Los Juegos del Aniversario de Sainsbury se llevarán a cabo en el Estadio, Parque Olímpico Queen Elizabeth del 26 al 28 de julio.


Greg Rutherford: & # x27Aquí viene Londres 2012 y todo va bien & # x27

Eran tres esa noche inolvidable. El trío de atletas británicos necesitó solo 46 minutos en el Estadio Olímpico para producir una emotiva serie de logros ganadores de medallas de oro que estarán vinculados para siempre en la memoria colectiva de Londres 2012 como el Súper Sábado.
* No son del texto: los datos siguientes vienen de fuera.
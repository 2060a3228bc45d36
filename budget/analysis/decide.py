"""From budget to decisions in one call: sensitivity, tolerances for a target, calibration time.

    >>> from budget.analysis.decide import decide                     # doctest: +SKIP
    >>> d = decide("circuits/parity_cycle.qasm", "circuits/fen_q8.toml", target=1e-2, cycles=50)
    >>> d.tolerances.rows[0], d.plan.round_s

Steps: read the circuit (repeats kept) and repeat it ``cycles`` times, attach the error model,
build the quadratic form e ≈ δᵀAδ + s with a first-order engine
(:func:`budget.analysis.sensitivity.quadratic_form`), then :func:`~budget.analysis.tolerances.tolerances`
and :func:`~budget.analysis.calibration.calibration_plan` with the model's ``[calibration]`` table.
"""

from __future__ import annotations

from dataclasses import dataclass
from typing import Any

from budget.analysis.calibration import (
    CalibrationPlan, calibration_json, calibration_plan, model_knob_keys, read_calibration,
)
from budget.analysis.phase_estimation import find_probes
from budget.analysis.sensitivity import Sensitivity, per_operation, quadratic_form, sensitivity, sensitivity_json
from budget.analysis.tolerances import ToleranceReport, check_target, tolerances, tolerances_json
from budget.problems import InputError

GROUPINGS: tuple[str, ...] = ("gate", "pair", "operation")


@dataclass(frozen=True)
class Decisions:
    """Sensitivity, tolerances and the calibration plan of one circuit under one model."""

    source: str
    sensitivity: Sensitivity
    tolerances: ToleranceReport
    plan: CalibrationPlan


def decide(
    circuit: Any,
    errors: Any,
    *,
    target: float,
    cycles: int = 1,
    metric: str = "process",
    assume: str = "worst",
    allocation: str = "equal",
    family_by: str = "gate",
    engine: str = "auto",
    detector: int | None = None,
) -> Decisions:
    """Sensitivity, tolerances and calibration device time for a target infidelity.

    Args:
        circuit: a path (OpenQASM 2/3, cirq JSON), a ``cirq.Circuit`` or a StructuredCircuit.
        errors: a path to a TOML error model, an ErrorModel, or a dict in the TOML layout.
        target: E in (0, 1) on ``metric``.
        cycles: repeat the whole circuit this many times (kept folded), >= 1.
        metric: ``"process"`` or ``"state"``.
        assume: ``"worst"`` or ``"random"`` signs; allocation: ``"equal"`` or ``"common-factor"``.
        family_by: ``"gate"``, ``"pair"`` (gate per qubit tuple) or ``"operation"`` (each operation
            as written).
        engine: ``"auto"``, ``"clifford"`` or ``"generators"`` for the quadratic form.
        detector: with ``metric="detectors"``, the target is on this detector's firing probability
            (its number in the detector list) instead of P(some detector fires).
    """
    from budget.analysis.run import read_circuit, read_model
    from budget.errors.attach import attach

    check_target(target)
    if isinstance(cycles, bool) or not isinstance(cycles, int) or cycles < 1:
        raise InputError(f"cycles = {cycles!r}: expected a whole number >= 1")
    if family_by not in GROUPINGS:
        raise InputError(f"family_by = {family_by!r}: expected one of {', '.join(GROUPINGS)}")
    structured = read_circuit(circuit).with_cycles(cycles)
    model = read_model(errors)
    settings = read_calibration(model.calibration, source=model.source)  # bad tables fail before any work
    noisy = attach(structured, model, family_by="pair" if family_by == "pair" else "gate")
    if family_by == "operation":
        noisy = per_operation(noisy)
    qf = quadratic_form(noisy, metric, engine=engine, detector=detector)
    report = tolerances(qf, target, assume=assume, allocation=allocation, metric=metric, cycles=cycles)
    plan = calibration_plan(report, find_probes(noisy), settings, model_knobs=model_knob_keys(model))
    return Decisions(structured.source, sensitivity(qf), report, plan)


def decisions_json(d: Decisions) -> dict:
    """The tolerance report (docs/tolerances.md, schema version 1) with the sensitivity and the plan."""
    out = tolerances_json(d.tolerances)
    out["source"] = d.source
    out["sensitivity"] = sensitivity_json(d.sensitivity)
    out["calibration"] = calibration_json(d.plan)
    return out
Jessica Ennis resistió la prolongada expectativa del público para sellar la victoria en el heptatlón, mientras que la ardiente carrera de Mo Farah le ganó los 10,000 m. Ambos han disfrutado de una exposición sostenida durante el año pasado, con un valor de su patrocinio post-olímpico, respectivamente, 2,5 millones de libras esterlinas y 3 millones de libras esterlinas.

La vida ha sido diferente para Greg Rutherford. Su medalla de oro en el salto de longitud proporcionó un relleno sorprendente entre las celebraciones del escaparate para las estrellas amables pero brillantes del Equipo GB. Sin embargo, incluso su condición de campeón olímpico no ha ayudado a Rutherford a retener a su patrocinador ni le ha valido ninguna otra oportunidad duradera. A raíz de su éxito aparentemente que le cambió la vida, Nike lo dejó caer y lo acechó nuevamente la desgracia que lo socavó antes de Londres.

"A lo largo de los años, he tenido una gran suerte con las cosas que van mal", dice Rutherford con una sonrisa triste. "Y luego aquí viene Londres 2012 y todo va bien. Si me siento y pienso en ello, o miro alguna de las imágenes, todavía me emociono. Tal como está, define mi vida. Es la gloria de la corona y todos me asocian con él. Pero mi mala suerte ha sido ridícula a veces ".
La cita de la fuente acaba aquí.